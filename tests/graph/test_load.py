"""Loading the four-reaction world, and what the loader says about broken files.

The world (tests/graph/world), solved on paper for 1 oxaloacetate made from pyruvate:
  carboxylase     1     pyruvate + bicarbonate + ATP -> oxaloacetate + ADP + phosphate + H+
  respiration     0.08  = 1 ATP / 12.5 ATP per pyruvate; makes 3 x 0.08 = 0.24 CO2, takes 2.5 x 0.08 = 0.2 O2
  anhydrase       1     CO2 + water -> bicarbonate + H+; 0.24 CO2 comes from respiration, 0.76 from outside
  uptake          1.08  pyruvate
"""

import shutil
import subprocess
import sys
from collections import defaultdict
from fractions import Fraction
from pathlib import Path

import pytest

from headrace.errors import FactsError
from headrace.graph import load
from headrace.graph.build import collect
from headrace.graph.files import fact_files, version
from headrace.graph.read import Graph
from headrace.values.facts import Facts, Isozyme, Term

WORLD = Path(__file__).parent / "world"


@pytest.fixture(scope="module")
def facts() -> Facts:
    return load([WORLD], cache=False)


@pytest.fixture
def copy(tmp_path: Path) -> Path:
    return Path(shutil.copytree(WORLD, tmp_path / "world"))


def test_sums_on_paper(facts: Facts) -> None:
    rates = {
        "pyruvate-carboxylase": Fraction(1),
        "pyruvate-respiration": Fraction("0.08"),
        "carbonic-anhydrase": Fraction(1),
        "pyruvate-uptake": Fraction("1.08"),
    }
    pools: dict[str, Fraction] = defaultdict(Fraction)
    for row in facts.hosts["paper-cell"].reactions:
        for term in facts.reactions[row.reaction].terms:
            pools[f"{term.side} {term.compound}".strip()] += term.count * rates[row.reaction]
    inside = {"pyruvate": pools["pyruvate"] + pools["inner pyruvate"], "oxaloacetate": pools["oxaloacetate"]}
    assert inside == {"pyruvate": 0, "oxaloacetate": 1}
    assert pools["atp"] == pools["adp"] == pools["bicarbonate"] == 0
    assert pools["carbon-dioxide"] == Fraction("-0.76")
    assert pools["oxygen"] == Fraction("-0.2")
    assert pools["outer pyruvate"] == Fraction("-1.08")


def test_counts_and_numbers_are_exact(facts: Facts) -> None:
    assert Term("adp", Fraction(-25, 2)) in facts.reactions["pyruvate-respiration"].terms
    assert Term("water", Fraction(29, 2)) in facts.reactions["pyruvate-respiration"].terms
    number = facts.hosts["paper-cell"].quantities[0]
    assert (number.value, number.text, number.low, number.high) == (Fraction(3, 2), "1.50", Fraction(6, 5), Fraction(9, 5))
    assert (number.about, number.kind, number.unit, number.condition) == (
        "paper-cell",
        "maintenance",
        "mmol-per-gdw-h",
        "present",
    )


def test_contents_are_derived(facts: Facts) -> None:
    assert {slug: content for slug, content in facts.contents.items() if content} == {"oxaloacetate": 1}
    assert set(facts.contents) == set(facts.compounds)


def test_compounds(facts: Facts) -> None:
    oxaloacetate = facts.compounds["oxaloacetate"]
    assert oxaloacetate.formula == {"C": 4, "H": 2, "O": 5} and oxaloacetate.charge == -2
    assert oxaloacetate.anchor and not oxaloacetate.carrier and not oxaloacetate.membrane
    assert oxaloacetate.chebi == "CHEBI:16452" and oxaloacetate.aliases == ("2-oxobutanedioate",)
    assert facts.compounds["atp"].carrier and facts.compounds["pyruvate"].precursor
    assert oxaloacetate.basis.reading == "seen" and oxaloacetate.basis.sources == ("paper-sums",)


def test_reactions(facts: Facts) -> None:
    carboxylase = facts.reactions["pyruvate-carboxylase"]
    assert (carboxylase.ec, carboxylase.rhea, carboxylase.enzyme) == (("6.4.1.1",), ("20844",), "pyruvate-carboxylase")
    assert carboxylase.cofactors == ("biotin",), "taken over from the enzyme"
    assert facts.reactions["oxaloacetate-decarboxylase"].ec == ("4.1.1.-",)
    assert facts.reactions["pyruvate-respiration"].lumped
    uptake = facts.reactions["pyruvate-uptake"]
    assert uptake.transport and Term("pyruvate", Fraction(-1), "outer") in uptake.terms


def test_the_host(facts: Facts) -> None:
    host = facts.hosts["paper-cell"]
    rows = {row.slug: row for row in host.reactions}
    assert rows["pyruvate-carboxylase"].isozymes == (Isozyme(("pycA", "pycB")), Isozyme(("pycC",)))
    assert rows["pyruvate-carboxylase"].expression == ("always", "other-feeds")
    assert rows["pyruvate-carboxylase"].basis.note == "Two subunits; or one long chain."
    assert (rows["pyruvate-uptake"].outer, rows["pyruvate-uptake"].inner) == ("medium", "cytosol")
    assert {item.slug: item.role for item in host.compartments} == {
        "cytosol": "cytosol",
        "medium": "medium",
        "cytoplasmic-membrane": "membrane",
    }
    rule = {item.slug: item for item in host.expressions}["other-feeds"]
    assert (rule.level, rule.feed_without, rule.circumstances) == ("basal", ("pyruvate",), ("acid-stress",))
    assert rule.removed_regulators == ("regP",) and not rule.fitted
    assert [(part.compound, part.amount) for part in host.composition] == [("oxaloacetate", 2)]
    assert host.absences[0].reaction == "oxaloacetate-decarboxylase"
    assert (host.releases[0].compound, host.releases[0].oxygen) == ("bicarbonate", "present")
    assert host.taxon == "32644" and host.required_supplements == ("biotin",)


def test_outlets_routes_and_words(facts: Facts) -> None:
    outlet = facts.outlets["oxaloacetic-acid"]
    assert outlet.draws == {"oxaloacetate": 1} and outlet.family == "organic-acids"
    assert [(form.label, form.default) for form in outlet.forms] == [("disodium salt", False), ("free acid", True)]
    route = facts.routes["bicarbonate-from-carbon-dioxide"]
    assert (route.makes, route.hosts, route.uses) == ("bicarbonate", ("paper-cell",), ("carbonic-anhydrase",))
    assert facts.sources["invented-organism"].doi == "10.1000/paper"
    assert facts.units["mmol-per-gdw"] == "mmol/gDW" and facts.circumstances == {"acid-stress": "acid stress"}
    assert facts.roles["energy-release"] == ("pyruvate-respiration",)
    assert facts.roles["inorganic-carbon"] == ("bicarbonate", "carbon-dioxide")
    assert "electron-carrier" not in facts.roles
    assert facts.electron_pairs == {"atp": "adp"}


def swap(folder: Path, name: str, old: str, new: str) -> None:
    path = folder / name
    text = path.read_text()
    assert old in text
    path.write_text(text.replace(old, new, 1))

> Required action:
In the listing above, please print only the lines from the first one to the line where "from headrace.values.facts import" appears, exactly as written, both of those lines included.

> Solved problem:
filename tests/graph/test_load.py
"""Loading the four-reaction world, and what the loader says about broken files.

The world (tests/graph/world), solved on paper for 1 oxaloacetate made from pyruvate:
  carboxylase     1     pyruvate + bicarbonate + ATP -> oxaloacetate + ADP + phosphate + H+
  respiration     0.08  = 1 ATP / 12.5 ATP per pyruvate; makes 3 x 0.08 = 0.24 CO2, takes 2.5 x 0.08 = 0.2 O2
  anhydrase       1     CO2 + water -> bicarbonate + H+; 0.24 CO2 comes from respiration, 0.76 from outside
  uptake          1.08  pyruvate
"""

import shutil
import subprocess
import sys
from collections import defaultdict
from fractions import Fraction
from pathlib import Path

import pytest

from headrace.errors import FactsError
from headrace.graph import load
from headrace.graph.build import collect
from headrace.graph.files import fact_files, version
from headrace.graph.read import Graph
from headrace.values.facts import Facts, Isozyme, Term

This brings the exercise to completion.